* [Assigned task] Every line in the entries that holds "points" should be identified and copied.

(Stored dataset items)
-*-*-

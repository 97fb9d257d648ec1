"""GridField (osculate.field): interpolation, where it lives, how its errors read, its
docstring examples. Integrals of gridded fields are in test_lineint.py.

Every numerical check states where its expected value comes from and its tolerance.
"""

import doctest
import re

import numpy as np
import osculate as osc
import osculate.field
import osculate.lineint
import pytest
from scipy.interpolate import RegularGridInterpolator


def test_docstring_examples_run():
    result = doctest.testmod(osculate.field, optionflags=doctest.ELLIPSIS)
    assert result.attempted > 0
    assert result.failed == 0


def test_one_class_under_three_names():
    assert osc.GridField is osculate.field.GridField is osculate.lineint.GridField


def test_point_errors_name_the_callers_row_and_no_track():
    g = osc.GridField(np.zeros((3, 3)), origin=(0, 0), spacing=1.0)
    with pytest.raises(
        osc.InputError, match=r"^points: row 2: point \[5\.0, 0\.0\] is outside"
    ) as e:
        g([[0.5, 0.5], [1.0, 1.0], [5.0, 0.0]])
    assert (e.value.argument, e.value.track, e.value.row) == ("points", None, 2)


@pytest.mark.parametrize(
    "outside, exc, msg",
    [
        (
            "wrap",
            osc.InputError,
            r"outside: expected one of \('error', 'nan', 'clamp'\), got 'wrap'",
        ),
        (None, TypeError, r"outside: expected a string"),
    ],
)
def test_outside_is_checked_by_the_kernel_and_typed_here(outside, exc, msg):
    with pytest.raises(exc, match=msg):
        osc.GridField(np.zeros((2, 2)), (0, 0), 1.0, outside=outside)


def test_values_on_the_nodes_and_between():
    # Bilinear interpolation reproduces a field linear in each coordinate exactly (1e-14, the
    # rounding of a few operations): f = 1 + 2x − y + 0.5 xy (Press et al., Numerical Recipes,
    # 3rd ed., §3.6).
    x, y = np.meshgrid(np.linspace(-1, 2, 4), np.linspace(0, 1, 3), indexing="ij")
    f = 1 + 2 * x - y + 0.5 * x * y
    g = osc.GridField(f, origin=(-1, 0), spacing=(1.0, 0.5))
    p = np.array([[-1.0, 0.0], [0.3, 0.7], [2.0, 1.0], [1.99, 0.01]])
    want = 1 + 2 * p[:, 0] - p[:, 1] + 0.5 * p[:, 0] * p[:, 1]
    np.testing.assert_allclose(g(p), want, rtol=0, atol=1e-14)


def test_grid_interpolation_matches_regular_grid_interpolator(rng):
    # Bi/trilinear interpolation against scipy.interpolate.RegularGridInterpolator (method
    # "linear"), an independent implementation: 1e-13 absolute on values of size 1.
    for shape in ((7, 5), (6, 4, 5)):
        d = len(shape)
        origin = rng.normal(size=d)
        spacing = rng.uniform(0.2, 1.5, size=d)
        axes = [o + s * np.arange(k) for o, s, k in zip(origin, spacing, shape)]
        vals = rng.normal(size=(*shape, d))
        pts = origin + rng.random((5000, d)) * (np.array(shape) - 1) * spacing
        ours = osc.GridField(vals, origin, spacing)(pts)
        np.testing.assert_allclose(ours, RegularGridInterpolator(axes, vals)(pts), atol=1e-13)
        scalar = osc.GridField(vals[..., 0], origin, spacing)(pts.tolist())
        ref = RegularGridInterpolator(axes, vals[..., 0])(pts)
        np.testing.assert_allclose(scalar, ref, atol=1e-13)


BAD = [
    # (description, callable, exception, message regex)
    (
        "one node on an axis",
        lambda: osc.GridField(np.zeros((1, 3, 3, 3)), (0, 0, 0), 1.0),
        osc.InputError,
        r"values: axis 0 has 1 node",
    ),
    (
        "zero spacing",
        lambda: osc.GridField(np.zeros((2, 2, 2)), (0, 0, 0), (1.0, 0.0, 1.0)),
        osc.InputError,
        r"spacing: must be finite and > 0, axis 1",
    ),
    (
        "negative spacing",
        lambda: osc.GridField(np.zeros((2, 2)), (0, 0), -1.0),
        osc.InputError,
        r"spacing: must be finite and > 0",
    ),
    (
        "NaN spacing",
        lambda: osc.GridField(np.zeros((2, 2)), (0, 0), np.nan),
        osc.InputError,
        r"spacing: must be finite",
    ),
    (
        "spacing length",
        lambda: osc.GridField(np.zeros((2, 2)), (0, 0), (1.0, 1.0, 1.0)),
        osc.InputError,
        r"spacing: expected a number or 2 steps",
    ),
    (
        "origin length",
        lambda: osc.GridField(np.zeros((2, 2)), (0, 0, 0, 0), 1.0),
        osc.InputError,
        r"origin: expected 2 or 3 coordinates",
    ),
    (
        "vector width",
        lambda: osc.GridField(np.zeros((2, 2, 2, 2)), (0, 0, 0), 1.0),
        osc.InputError,
        r"values: a 3-D grid needs shape",
    ),
    (
        "NaN node value",
        lambda: osc.GridField(
            np.where(np.arange(8).reshape(2, 2, 2) == 5, np.nan, 0.0), (0, 0, 0), 1.0
        ),
        osc.InputError,
        re.escape("values: node (1, 0, 1) is not finite"),
    ),
    (
        "bad outside",
        lambda: osc.GridField(np.zeros((2, 2)), (0, 0), 1.0, outside="wrap"),
        osc.InputError,
        r"outside: expected one of",
    ),
    (
        "complex grid",
        lambda: osc.GridField(np.zeros((2, 2)) + 1j, (0, 0), 1.0),
        TypeError,
        r"values: expected real numbers, got complex",
    ),
]


@pytest.mark.parametrize("desc, fn, exc, msg", BAD, ids=[b[0] for b in BAD])
def test_bad_grids_raise_the_stated_error(desc, fn, exc, msg):
    with pytest.raises(exc, match=msg):
        fn()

-*-*-

* [Exercise solution]
        osc.InputError, match=r"^points: row 2: point \[5\.0, 0\.0\] is outside"
    assert (e.value.argument, e.value.track, e.value.row) == ("points", None, 2)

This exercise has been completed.